Building the system from scratch was a tremendously instructive experience. It is without a doubt the most complex program we have ever written. It gave much deeper insight into the issues involved in designing both coherence protocols and hardware systems more generally than could be found by modifying an extant simulator, as we were responsible for all details of operation. While we discuses many such facets in class, they were examined separately, almost as self contained units, while in the real world, they invariable all interact with each other. These interactions were almost wholly unexpected.

With regards to the results, it is moderately surprising that they did not reflect Cox and Fowler's. While it was of course expected that they would be similar, it would be unrealistic to require it after only several weeks of work, which is why the proposal only required the construction of the simulator and a comparison, not producing similar results. Nevertheless, it would have been desirable for more time to have been available so a more thorough analysis could have been made.

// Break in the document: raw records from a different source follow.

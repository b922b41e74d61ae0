/**
 * The JSON format and the `npm run analyze` command: the report a person reads (numbers checked against closed
 * forms, in each unit system), the --json output, the refusals and the exit codes the README states.
 */
import { describe, it, expect } from "vitest";
import { spawnSync } from "node:child_process";
import { readFileSync } from "node:fs";
import path from "node:path";
import { analyze, modelJsonSchema, resultToJson, ENGINE_VERSION, type ModelInput } from "@/lib/engine";
import { EXIT, runAnalyze, type CliIo } from "@/scripts/lib/engine-report/cli";
import { expectAllFinite, expectClose } from "./helpers";

const root = path.resolve(import.meta.dirname, "../..");
const example = (name: string) => path.join(root, "content/engine-examples", name);

/** A simply supported beam A (pin) – B (roller), span L, uniform load w downwards. */
const L = 6;
const w = 10e3;
const E = 200e9;
const I = 8e-5;
const beam: ModelInput = {
  nodes: [
    { id: "A", x: 0, y: 0, support: { ux: "fixed", uy: "fixed" } },
    { id: "B", x: L, y: 0, support: { uy: "fixed" } },
  ],
  members: [{ id: "AB", start: "A", end: "B", E, A: 5e-3, I }],
  loadCases: [{ id: "D", name: "Dead", loads: [{ kind: "distributed", member: "AB", direction: "global-y", wStart: -w }] }],
};
// AWC Design Aid No. 6 (2005), Figure 1 (simply supported, uniform load): R = wL/2, M_max = wL²/8 at L/2,
// Δ_max = 5wL⁴/(384EI) at L/2.
const R = (w * L) / 2; // 30 kN
const Mmax = (w * L * L) / 8; // 45 kN·m
const deflection = (5 * w * L ** 4) / (384 * E * I); // 10.546875 mm

/** Files the in-process command can read, by name, from the directory "/models". */
function filesIo(files: Record<string, string>): CliIo {
  return {
    cwd: "/models",
    readFile(file) {
      const text = files[path.relative("/models", file)];
      if (text === undefined) throw Object.assign(new Error("no such file"), { code: "ENOENT" });
      return text;
    },
  };
}

const io = filesIo({
  "beam.json": JSON.stringify(beam, null, 2),
  "broken.json": '{\n  "nodes": [\n    { "id": "A", "x": 0, "y": 0 },\n  ]\n}\n',
  "typo.json": JSON.stringify({ ...beam, nodes: [{ ...beam.nodes[0], suport: {} }, beam.nodes[1]] }),
  "sliding.json": JSON.stringify({ ...beam, nodes: beam.nodes.map((n) => ({ ...n, support: { uy: "fixed" } })) }),
  "mm.json": JSON.stringify({
    ...beam,
    nodes: beam.nodes.map((n) => ({ ...n, x: n.x * 1000 })),
    members: [{ ...beam.members![0], E: 210000 }],
  }),
});

function run(...argv: string[]) {
  return runAnalyze(argv, io);
}

/** The cells of a table row in the report: the row whose first cell is `id`, in the block after `title`. */
function cells(report: string, title: string, id: string): string[] {
  const lines = report.split("\n");
  const start = lines.findIndex((l) => l.startsWith(title));
  if (start < 0) throw new Error(`no "${title}" in the report`);
  for (let i = start + 1; i < lines.length && lines[i] !== ""; i++) {
    const parts = lines[i].trim().split(/\s{3,}/);
    if (parts[0] === id) return parts;
  }
  throw new Error(`no row ${id} under "${title}"`);
}

/** "45.00 @ 3.000" → [45, 3]; "0" → [0]. */
function numbersIn(cell: string): number[] {
  return cell.split(" @ ").map(Number);
}

/** A value shown to 4 significant figures is within half a unit of its last figure. */
function expectShown(cell: string, expected: number): void {
  expectClose(Number(cell), expected, 5e-4);
}

describe("JSON model format", () => {
  it("is exported as JSON Schema", () => {
    const schema = modelJsonSchema() as { type: string; properties: Record<string, unknown>; required: string[] };
    expect(schema.type).toBe("object");
    expect(Object.keys(schema.properties)).toEqual(
      expect.arrayContaining(["nodes", "members", "loadCases", "combinations", "envelopes", "analysis", "dimension"]),
    );
    expect(schema.required).toContain("nodes");
  });

  it("serialises a result to finite, id-keyed JSON that survives a round trip", () => {
    const out = analyze(JSON.parse(readFileSync(example("portal-frame.json"), "utf8")));
    expect(out.ok).toBe(true);
    if (!out.ok) return;
    const json = JSON.parse(JSON.stringify(resultToJson(out.result, { points: 5 })));
    expectAllFinite(json);
    expect(json.engineVersion).toBe(ENGINE_VERSION);
    expect(Object.keys(json.loadCases.G.displacements)).toEqual(["A", "B", "C", "D"]);
    expect(json.combinations["ULS-1"].factors).toEqual({ G: 1.35, Q: 1.5, W: 0.9 });
    expect(json.envelopes.ULS.diagramExtremes.beam.M.max.from).toMatch(/^ULS-/);
  });
});

describe("the default report", () => {
  it("states its units and conventions", () => {
    const { code, stdout, stderr } = run("beam.json", "--units", "kN,m");
    expect(code).toBe(EXIT.ok);
    expect(stderr).toBe("");
    expect(stdout).toContain("Units: forces kN, lengths m, moments kN·m, deflections mm (the model is read in N, m, Pa)");
    expect(stdout).toContain("M positive sagging");
    expect(stdout).toContain('Load case D "Dead"');
    expect(stdout).toContain("2 nodes, 1 member, 3 equations; 1 load case, 0 combinations");
    expect(stdout).toContain("Warnings: none");
  });

  it("gives the reactions, extremes and deflection of a simply supported beam (AWC Design Aid No. 6 (2005), Figure 1)", () => {
    const { stdout } = run("beam.json", "--units", "kN,m");
    const [, Ax, Ay, Am] = cells(stdout, "  Reactions", "A");
    expect([Ax, Am]).toEqual(["0", "-"]); // the pin's horizontal reaction is noise; it has no moment
    expectShown(Ay, R / 1e3);
    const [, Bx, By] = cells(stdout, "  Reactions", "B");
    expect(Bx).toBe("-"); // a roller leaves x free
    expectShown(By, R / 1e3);
    const [, N, V, Mplus, Mminus, delta] = cells(stdout, "  Members", "AB");
    expect(N).toBe("0"); // no axial load: whatever rounding leaves is shown as 0
    expect(numbersIn(V)).toEqual([30, 0]);
    expect(Mplus).toBe("45.00 @ 3.000");
    expectShown(Mplus.split(" @ ")[0], Mmax / 1e3);
    expect(Mminus).toBe("0");
    expect(delta).toBe("-10.55 @ 3.000");
    expectShown(delta.split(" @ ")[0], -deflection * 1e3);
  });

  it("shows no floating-point noise: four significant figures, tiny values as 0", () => {
    const { stdout } = run("beam.json");
    const tables = stdout.split("\n").filter((l) => l.startsWith("    "));
    expect(tables.length).toBeGreaterThan(3);
    for (const line of tables) {
      expect(line).not.toMatch(/\d\.?\d{5,}/); // no 74999.99999999999
      expect(line).not.toMatch(/e-\d/); // no 1.2e-17
    }
  });

  it("reports the equilibrium check and the solver's relative residual", () => {
    const { stdout } = run("beam.json");
    expect(stdout).toMatch(/ {2}Equilibrium: Fx \S+ N, Fy \S+ N, Mz \S+ N·m; relative \S+: OK/);
    expect(stdout).toMatch(/ {2}Solver relative residual \|Ku - f\| \/ \|f\|: \S+: OK/);
  });

  it("in N and m by default, deflections in mm", () => {
    const { stdout } = run("beam.json");
    expect(stdout).toContain("Units: forces N, lengths m, moments N·m, deflections mm");
    expect(cells(stdout, "  Reactions", "A")[2]).toBe("30000");
    const [, , , Mplus, , delta] = cells(stdout, "  Members", "AB");
    expect(Mplus).toBe("45000 @ 3.000");
    expect(delta).toBe("-10.55 @ 3.000");
  });

  it("in kip and ft, deflections in inches (1 ft = 0.3048 m, 1 lbf = 4.4482216152605 N: NIST SP 811 (2008), Appendix B)", () => {
    const { code, stdout } = run("beam.json", "--units", "kip,ft");
    expect(code).toBe(EXIT.ok);
    expect(stdout).toContain("Units: forces kip, lengths ft, moments kip·ft, deflections in (inches)");
    expect(stdout).toContain("(exact by definition, NIST SP 811 (2008), Appendix B)");
    const kip = 4448.2216152605;
    expectShown(cells(stdout, "  Reactions", "A")[2], R / kip);
    const [, , , Mplus, , delta] = cells(stdout, "  Members", "AB");
    const [M, x] = Mplus.split(" @ ");
    expectShown(M, Mmax / (kip * 0.3048));
    expectShown(x, L / 2 / 0.3048);
    expectShown(delta.split(" @ ")[0], -deflection / 0.0254);
    expect(Mplus).toBe("33.19 @ 9.843");
  });

  it("in kN and mm, moments still in kN·m", () => {
    const { stdout } = run("beam.json", "--units", "kN,mm");
    expect(stdout).toContain("Units: forces kN, lengths mm, moments kN·m, deflections mm");
    const [, , , Mplus, , delta] = cells(stdout, "  Members", "AB");
    expect(Mplus).toBe("45.00 @ 3000");
    expect(delta).toBe("-10.55 @ 3000");
  });

  it("refuses an unknown unit set, listing the valid ones", () => {
    const { code, stdout, stderr } = run("beam.json", "--units", "lbf,in");
    expect(code).toBe(EXIT.cannotRun);
    expect(stdout).toBe("");
    expect(stderr).toMatch(/^Unknown unit set "lbf,in"; the valid ones are N,m, kN,m, kN,mm, kip,ft \(default N,m\)\n/);
  });

  it("covers every combination of a sample, with its factors", () => {
    const text = readFileSync(example("portal-frame.json"), "utf8");
    const { stdout } = runAnalyze(["portal.json", "--units", "kN,m"], filesIo({ "portal.json": text }));
    expect(stdout).toContain('Combination ULS-1 "1.35G + 1.5Q + 0.9W": 1.35 G + 1.5 Q + 0.9 W');
    expect(stdout).toContain("Envelopes ULS (of ULS-1, ULS-2): see --json.");
    // A column with a uniform axial force: its constant shear is shown as such, not at an arbitrary point.
    expect(cells(stdout, "Load case G", "beam")[1]).toBe("-25.23 all along");
  });
});

describe("--json", () => {
  it("prints exactly the full results as JSON, nothing else", () => {
    const { code, stdout, stderr } = run("--json", "beam.json");
    expect(code).toBe(EXIT.ok);
    expect(stderr).toBe("");
    const out = analyze(beam);
    if (!out.ok) throw new Error("the beam must analyse");
    expect(stdout).toBe(`${JSON.stringify({ ok: true, ...(resultToJson(out.result) as object) }, null, 2)}\n`);
    expect(JSON.parse(stdout).loadCases.D.reactions.A.fy).toBeCloseTo(R, 6);
  });

  it("keeps --points and --compact", () => {
    const { stdout } = run("--json", "beam.json", "--points", "3", "--compact");
    expect(stdout.trimEnd()).not.toContain("\n");
    expect(JSON.parse(stdout).loadCases.D.diagrams.AB.samples.x).toEqual([0, 3, 6]);
  });

  it("puts refusals in the JSON and notes about units on stderr", () => {
    const { code, stdout, stderr } = run("--json", "mm.json");
    expect(code).toBe(EXIT.ok);
    expect(JSON.parse(stdout).ok).toBe(true);
    expect(stderr).toContain("Note: E = 210000 (member AB) looks like MPa");
    const broken = run("--json", "broken.json");
    expect(broken.code).toBe(EXIT.cannotRun);
    expect(JSON.parse(broken.stdout)).toEqual({
      ok: false,
      errors: [
        {
          kind: "unreadable-input",
          line: 4,
          column: 3,
          message: "broken.json, line 4, column 3: not valid JSON (Unexpected token ']')",
        },
      ],
    });
  });
});

describe("refusals a person can act on", () => {
  it("malformed JSON: line and column, with the line shown", () => {
    const { code, stdout, stderr } = run("broken.json");
    expect(code).toBe(EXIT.cannotRun);
    expect(stdout).toBe("");
    expect(stderr).toBe("broken.json, line 4, column 3: not valid JSON (Unexpected token ']')\n  4 |   ]\n    |   ^\n");
  });

  it("an unknown key: the keys valid there", () => {
    const { code, stderr } = run("typo.json");
    expect(code).toBe(EXIT.modelRefused);
    expect(stderr).toBe(
      'typo.json: the engine refused the model (1 problem):\n  - nodes[0]: unknown key "suport"; the valid keys here are id, x, y, support\n',
    );
  });

  it("a structure that can slide as a whole: said so, not pinned on one node", () => {
    const { code, stderr } = run("sliding.json");
    expect(code).toBe(EXIT.modelRefused);
    expect(stderr).toContain("  - The structure can slide in x as a whole: no support restrains x\n");
  });

  it("numbers that look like mm and MPa: warned, naming the likely units", () => {
    const { code, stdout } = run("mm.json");
    expect(code).toBe(EXIT.ok);
    expect(stdout).toContain(
      "  - E = 210000 (member AB) looks like MPa (N/mm²); the engine expects Pa (N/m²), so multiply by 1e6 (210000 MPa = 2.1e11 Pa)\n",
    );
    expect(stdout).toContain(
      "  - Member AB is 6000 long: that looks like mm; the engine expects m, so divide the coordinates by 1000\n",
    );
  });

  it("a file that cannot be read", () => {
    expect(run("missing.json")).toEqual({
      code: EXIT.cannotRun,
      stdout: "",
      stderr: "missing.json: cannot read the file (ENOENT)\n",
    });
  });
});

describe("exit codes, as the README states: 0 analysed, 1 refused by the engine, 2 could not run", () => {
  it.each([
    [["beam.json"], EXIT.ok],
    [["--json", "beam.json"], EXIT.ok],
    [["--schema"], EXIT.ok],
    [["--help"], EXIT.ok],
    [["typo.json"], EXIT.modelRefused],
    [["--json", "sliding.json"], EXIT.modelRefused],
    [["broken.json"], EXIT.cannotRun],
    [["missing.json"], EXIT.cannotRun],
    [["beam.json", "--units", "cubits"], EXIT.cannotRun],
    [[], EXIT.cannotRun],
  ])("%j exits with %i", (argv, code) => {
    expect(run(...argv).code).toBe(code);
  });

  it("are the values the README names", () => {
    expect(EXIT).toEqual({ ok: 0, modelRefused: 1, cannotRun: 2 });
    const readme = readFileSync(path.join(root, "README.md"), "utf8").replace(/\s+/g, " ");
    expect(readme).toContain("exit code 0 when the model was analysed, 1 when the engine refused it");
  });
});

describe("the command itself", () => {
  function spawnCli(...args: string[]) {
    const r = spawnSync(process.execPath, ["--import", "tsx", path.join(root, "scripts/analyze.ts"), ...args], {
      cwd: root,
      encoding: "utf8",
    });
    return { status: r.status, stdout: r.stdout, stderr: r.stderr };
  }

  it("--json: stdout is the JSON alone, and the process exits 0", () => {
    const { status, stdout } = spawnCli("--json", "--compact", example("truss.json"));
    expect(status).toBe(0);
    const json = JSON.parse(stdout);
    // Reaction at the roller C: P/2 + 3H/8 (see frames-trusses.test.ts).
    expectClose(json.loadCases.P.reactions.C.fy, 60e3 + 15e3);
  }, 30_000);

  it("exits 1 for a refused model and 2 for an unusable command", () => {
    const refused = spawnCli(example("unstable.json"));
    expect(refused.status).toBe(1);
    expect(refused.stderr).toContain("The structure can slide in x as a whole: no support restrains x");
    expect(spawnCli("--units", "kN,m").status).toBe(2);
  }, 30_000);
});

As it stands, definite conclusions are difficult to define. Certainly it would be premature to draw conclusions about the efficaciousness of the protocol, given the nascence of the simulation and rudimentary analysis. However, it can be concluded that interactions between the memory access pattern, coherence protocol, and cache implementation are extremely complex, and that there are many factors that influence the effectiveness of a protocol and implementation in addition to the high-level features of each.

The are additional limitations to the faithfulnesses of the simulation. Each cache can only process one access at a time - if a coherence request is pending, for example, no further accesses can be made until it has been completed, even if they are hits. Furthermore, buffers were of unlimited size, simplifying assumptions about factors limiting forward progress, but reducing accuracy.

Future work should include extending the consistency checker, microbenchmarks on "idealized" traces representing various memory access patterns, and further characterization of the tested workloads.


  1. Cox, A. L., & Fowler, R. J. (1993, June). Adaptive cache coherency for detecting migratory shared data. In ACM SIGARCH Computer Architecture News (Vol. 21, No. 2, pp. 98-108). ACM.

  2. Barrow-Williams, N., Fensch, C., & Moore, S. (2009, October). A communication characterisation of Splash-2 and Parsec. In Workload Characterization, 2009. IISWC 2009. IEEE International Symposium on (pp. 86-97). IEEE.